The Journey to the Shore is both elegantly simple and full of surprises, as the romantic plot intensifies even as the film’s parallel plots begin to unravel into more complicated forms. Reality and invention blur in subtle yet deeply moving ways, as Hansen-Løve uses Chris to replace his memories of what really happened, and Chris uses Amy to do the same. Denis Lenoir’s delicately crisp cinematography helps demarcate the various layers (which are never narratively confusing), though it’s hard not to get a bit drunk on the night blues that places Amy’s Fårö in a kind of dark dream world.

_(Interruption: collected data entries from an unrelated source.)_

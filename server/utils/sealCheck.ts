import { and, asc, eq, isNotNull, isNull } from 'drizzle-orm'
import { dateIn, formatDateTime } from '~~/utils/time'
import { REPROCESS_WITHIN_HOURS, bestByDate, loadCode, sealRate, sealRatesBy, sealWindow } from '~~/utils/after'
import type { SealCheckInput } from '~~/utils/schemas/logbook'
import type { UnsealedAction } from '~~/utils/vocabulary'
import { recordActivity } from './activity'
import { serverNow } from './clock'
import type { Database, Tx } from './database'
import { loadDetail, requireLoad } from './logbook'
import { nextLoadNumber } from './logLoad'

type LoadRow = typeof tables.canningLoads.$inferSelect
type LineRow = typeof tables.loadLines.$inferSelect
interface OffShelf { line: LineRow, jars: number, action: UnsealedAction }

/**
 * Jars that may not go on the Shelf: to the refrigerator list, or into one new pending load for
 * reprocessing before `reprocessBy` with a new lid and the same process time.
 */
async function sendOffShelf(tx: Tx, ctx: { householdId: string, userId: string, load: LoadRow, now: Date, reprocessBy: Date }, jars: OffShelf[]) {
  const { householdId, userId, load, now } = ctx
  for (const { line, jars: n, action } of jars) {
    if (action === 'refrigerate') {
      await tx.insert(tables.fridgeItems).values({ householdId, loadId: load.id, loadLineId: line.id, product: line.product, jarSizeId: line.jarSizeId, jars: n, refrigeratedAt: now })
    }
  }
  const reprocess = jars.filter(j => j.action === 'reprocess')
  if (!reprocess.length) return
  const number = await nextLoadNumber(tx, householdId)
  const [again] = await tx.insert(tables.canningLoads).values({
    householdId, number, status: 'pending', reprocessOfId: load.id, planId: load.planId, planLoadIndex: load.planLoadIndex,
    cannerId: load.cannerId, cannerName: load.cannerName, gaugeType: load.gaugeType, altitudeFt: load.altitudeFt,
    requiredPsi: load.requiredPsi, requiredMinutes: load.requiredMinutes, requiredSource: load.requiredSource,
    deadlineAt: ctx.reprocessBy, createdBy: userId,
    notes: `Reprocessing ${reprocess.reduce((s, r) => s + r.jars, 0)} jars from load ${loadCode(load.number)}: remove the lids, check the rims, use new lids, and process for the same time.`,
  }).returning({ id: tables.canningLoads.id })
  await tx.insert(tables.loadLines).values(reprocess.map((r, i) => ({
    loadId: again!.id, householdId, lineIndex: i, recipeId: r.line.recipeId, product: r.line.product, jarSizeId: r.line.jarSizeId, jars: r.jars,
  })))
}

/**
 * Decide at once what happens to an under-processed load (it got less than its published
 * pressure or minutes): none of its jars may go on the Shelf, so there is no seal check to wait
 * for — all its jars go to the refrigerator list, or are reprocessed within 24 h of coming out.
 */
export async function decideUnsafeLoad(db: Database, householdId: string, userId: string, loadId: string, action: UnsealedAction) {
  const now = serverNow()
  await db.transaction(async (tx) => {
    const [load] = await tx.select().from(tables.canningLoads)
      .where(and(eq(tables.canningLoads.id, loadId), eq(tables.canningLoads.householdId, householdId))).for('update')
    if (!load) notFound('No such load in this household.')
    if (!load.shortfall || load.status !== 'done' || !load.endedAt) refusal('This load got its published pressure and minutes: check its seals 12–24 hours after it came out instead.', 'loadId')
    const window = sealWindow(load.endedAt, now)
    if (action === 'reprocess' && now > window.reprocessBy) {
      refusal(`It is more than ${REPROCESS_WITHIN_HOURS} hours since load ${loadCode(load.number)} came out, too late to reprocess (USDA Complete Guide, "Reprocessing unsealed jars"). Refrigerate the jars and eat them within several days.`, 'action')
    }
    const [check] = await tx.insert(tables.sealChecks).values({
      loadId: load.id, householdId, checkedAt: now, checkedBy: userId,
      notes: `Under-processed: every jar ${action === 'refrigerate' ? 'went to the refrigerator' : 'is to be reprocessed'}, decided when it came out.`,
    }).onConflictDoNothing().returning()
    if (!check) conflict(`What happens to load ${loadCode(load.number)} is already decided.`)
    const lines = await tx.select().from(tables.loadLines).where(eq(tables.loadLines.loadId, load.id))
    for (const line of lines) await tx.update(tables.loadLines).set({ unsealedAction: action }).where(eq(tables.loadLines.id, line.id))
    await sendOffShelf(tx, { householdId, userId, load, now, reprocessBy: window.reprocessBy }, lines.map(line => ({ line, jars: line.jars, action })))
    await tx.update(tables.reminders).set({ cancelledAt: now, updatedAt: now })
      .where(and(eq(tables.reminders.loadId, load.id), eq(tables.reminders.kind, 'seal-check')))
    await recordActivity(tx, { householdId, userId, kind: 'seal-check', summary: `Load ${loadCode(load.number)} was under-processed: ${action === 'refrigerate' ? 'refrigerated its jars' : 'set its jars to be reprocessed'}`, detail: { loadId } })
  })
  return loadDetail(db, householdId, loadId)
}

/**
 * Record a load's seal check: 12 h or more after it came out (USDA CG "Cooling jars": cool
 * 12–24 h, then test the seals). Sealed jars go onto the Shelf as a lot with a best-by of the
 * household's months (12 by default). Jars that cannot go on the Shelf — unsealed ones, or
 * every jar of an under-processed load — go to the refrigerator list, or into one new pending
 * load for reprocessing within 24 h with a new lid and the same process time.
 */
export async function recordSealCheck(db: Database, householdId: string, userId: string, body: SealCheckInput) {
  const now = serverNow()
  const load = await requireLoad(db, householdId, body.loadId)
  if (load.status !== 'done' || !load.endedAt) refusal('This load has not been run yet: log its run first, then check its seals 12–24 hours after it comes out.', 'loadId')
  const [existing] = await db.select({ id: tables.sealChecks.id }).from(tables.sealChecks).where(eq(tables.sealChecks.loadId, load.id))
  if (existing) conflict(`The seal check of load ${loadCode(load.number)} is already recorded.`)
  const [household] = await db.select().from(tables.households).where(eq(tables.households.id, householdId))
  if (!household) notFound('No such household.')
  const window = sealWindow(load.endedAt, now)
  if (window.status === 'cooling') {
    refusal(`Let the jars cool undisturbed: test the seals from ${formatDateTime(window.dueAt, household.timeZone)}, 12 hours after the load came out (USDA Complete Guide, "Cooling jars").`, 'loadId')
  }

  const lines = await db.select().from(tables.loadLines).where(eq(tables.loadLines.loadId, load.id))
  const unsafe = load.shortfall !== null
  const plan = lines.map((line) => {
    const i = body.lines.findIndex(l => l.loadLineId === line.id)
    if (i < 0) badInput('lines', `Record every line of the load: ${line.product} is missing.`)
    return { line, input: body.lines[i]!, i }
  })
  body.lines.forEach((l, i) => {
    if (!lines.some(line => line.id === l.loadLineId)) badInput(`lines.${i}.loadLineId`, 'That line is not part of this load.')
  })
  for (const { line, input, i } of plan) {
    if (input.sealed + input.unsealed !== line.jars) {
      badInput(`lines.${i}.unsealed`, `Sealed and unsealed jars must add up to the ${line.jars} jars of ${line.product} in this load.`)
    }
    const offShelf = unsafe ? line.jars : input.unsealed
    if (offShelf > 0 && !input.action) {
      badInput(`lines.${i}.action`, unsafe
        ? 'This load was under-processed, so none of its jars may go on the shelf: choose refrigerate or reprocess.'
        : 'Choose what to do with the unsealed jars: refrigerate, or reprocess within 24 hours.')
    }
    if (offShelf > 0 && input.action === 'reprocess' && now > window.reprocessBy) {
      refusal(`It is more than ${REPROCESS_WITHIN_HOURS} hours since load ${loadCode(load.number)} came out, too late to reprocess (USDA Complete Guide, "Reprocessing unsealed jars"). Refrigerate the jars and eat them within several days.`, `lines.${i}.action`)
    }
  }

  const cannedOn = dateIn(load.startedAt ?? load.endedAt, household.timeZone)
  const bestBy = bestByDate(cannedOn, household.bestByMonths)
  const code = loadCode(load.number)
  await db.transaction(async (tx) => {
    const [check] = await tx.insert(tables.sealChecks).values({ loadId: load.id, householdId, checkedAt: now, checkedBy: userId, notes: body.notes })
      .onConflictDoNothing().returning()
    if (!check) conflict(`The seal check of load ${code} is already recorded.`)
    const offShelfJars: OffShelf[] = []
    for (const { line, input } of plan) {
      const offShelf = unsafe ? line.jars : input.unsealed
      const toShelf = line.jars - offShelf
      await tx.update(tables.loadLines).set({ sealed: input.sealed, unsealed: input.unsealed, unsealedAction: offShelf > 0 ? input.action! : null })
        .where(eq(tables.loadLines.id, line.id))
      if (toShelf > 0) {
        await tx.insert(tables.shelfLots).values({
          householdId, loadId: load.id, loadLineId: line.id, recipeId: line.recipeId, product: line.product, jarSizeId: line.jarSizeId,
          loadCode: code, cannedOn, bestBy, jarsIn: toShelf, jarsLeft: toShelf, source: 'seal-check', shelvedAt: now,
        })
      }
      if (offShelf > 0) offShelfJars.push({ line, jars: offShelf, action: input.action! })
    }
    await sendOffShelf(tx, { householdId, userId, load, now, reprocessBy: window.reprocessBy }, offShelfJars)
    await tx.update(tables.reminders).set({ cancelledAt: now, updatedAt: now })
      .where(and(eq(tables.reminders.loadId, load.id), eq(tables.reminders.kind, 'seal-check')))
  })
  return loadDetail(db, householdId, load.id)
}

/** Seal success per recipe, per canner and for the household, from every recorded check. */
export async function sealRates(db: Database, householdId: string) {
  const rows = await db.select({
    recipeId: tables.loadLines.recipeId,
    product: tables.loadLines.product,
    sealed: tables.loadLines.sealed,
    unsealed: tables.loadLines.unsealed,
    cannerId: tables.canningLoads.cannerId,
    cannerName: tables.canningLoads.cannerName,
    recipeName: tables.recipes.name,
  })
    .from(tables.loadLines)
    .innerJoin(tables.canningLoads, eq(tables.canningLoads.id, tables.loadLines.loadId))
    .leftJoin(tables.recipes, eq(tables.recipes.id, tables.loadLines.recipeId))
    .where(and(eq(tables.loadLines.householdId, householdId), isNotNull(tables.loadLines.sealed)))
  return {
    household: sealRate(rows),
    byRecipe: sealRatesBy(rows, r => ({ id: r.recipeId ?? `product:${r.product}`, name: r.recipeName ?? r.product })),
    byCanner: sealRatesBy(rows, r => ({ id: r.cannerId ?? `canner:${r.cannerName}`, name: r.cannerName })),
  }
}

export async function fridgeList(db: Database, householdId: string) {
  const rows = await db.select({
    id: tables.fridgeItems.id, product: tables.fridgeItems.product, jarSizeId: tables.fridgeItems.jarSizeId, jars: tables.fridgeItems.jars,
    refrigeratedAt: tables.fridgeItems.refrigeratedAt, loadId: tables.fridgeItems.loadId, loadNumber: tables.canningLoads.number,
  }).from(tables.fridgeItems)
    .innerJoin(tables.canningLoads, eq(tables.canningLoads.id, tables.fridgeItems.loadId))
    .where(and(eq(tables.fridgeItems.householdId, householdId), isNull(tables.fridgeItems.clearedAt)))
    .orderBy(asc(tables.fridgeItems.refrigeratedAt))
  return rows.map(r => ({ ...r, loadCode: loadCode(r.loadNumber) }))
}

This sense of twilight possibility permeates the rest of the story as truth weaves around fantasy; anyone who hopes for a clearer or more concrete explanation of how Amy’s fate reflects on Chris’ future risks being disappointed with a final act that refuses to insult the mess of life by whitewashing her through. the easily digestible tropes of auto-fiction (even if that means relieving the emotional punch of it all and sending audiences home with more of a love stroke than a punch).

“Bergman Island” is a breathtakingly poignant stunner all the same – a beat within a work that has always been seasick with the bittersweet dizziness that comes from looking at the past through the lens. smeared with memory and imagination. As unresolved as the final shots may seem, they leave us with a crystal clear understanding of how reality colors fiction and (perhaps even more importantly) how fiction can be used to reciprocate. We hope Chris finds the strength to stand on his own feet, but we have no doubt that Hansen-Løve has already done so. While Fårö may always be synonymous with another great filmmaker, “Bergman Island” belongs to him.

Note: A-

“Bergman Island” was presented in competition at the 2021 Cannes Film Festival. IFC will release the film in the United States.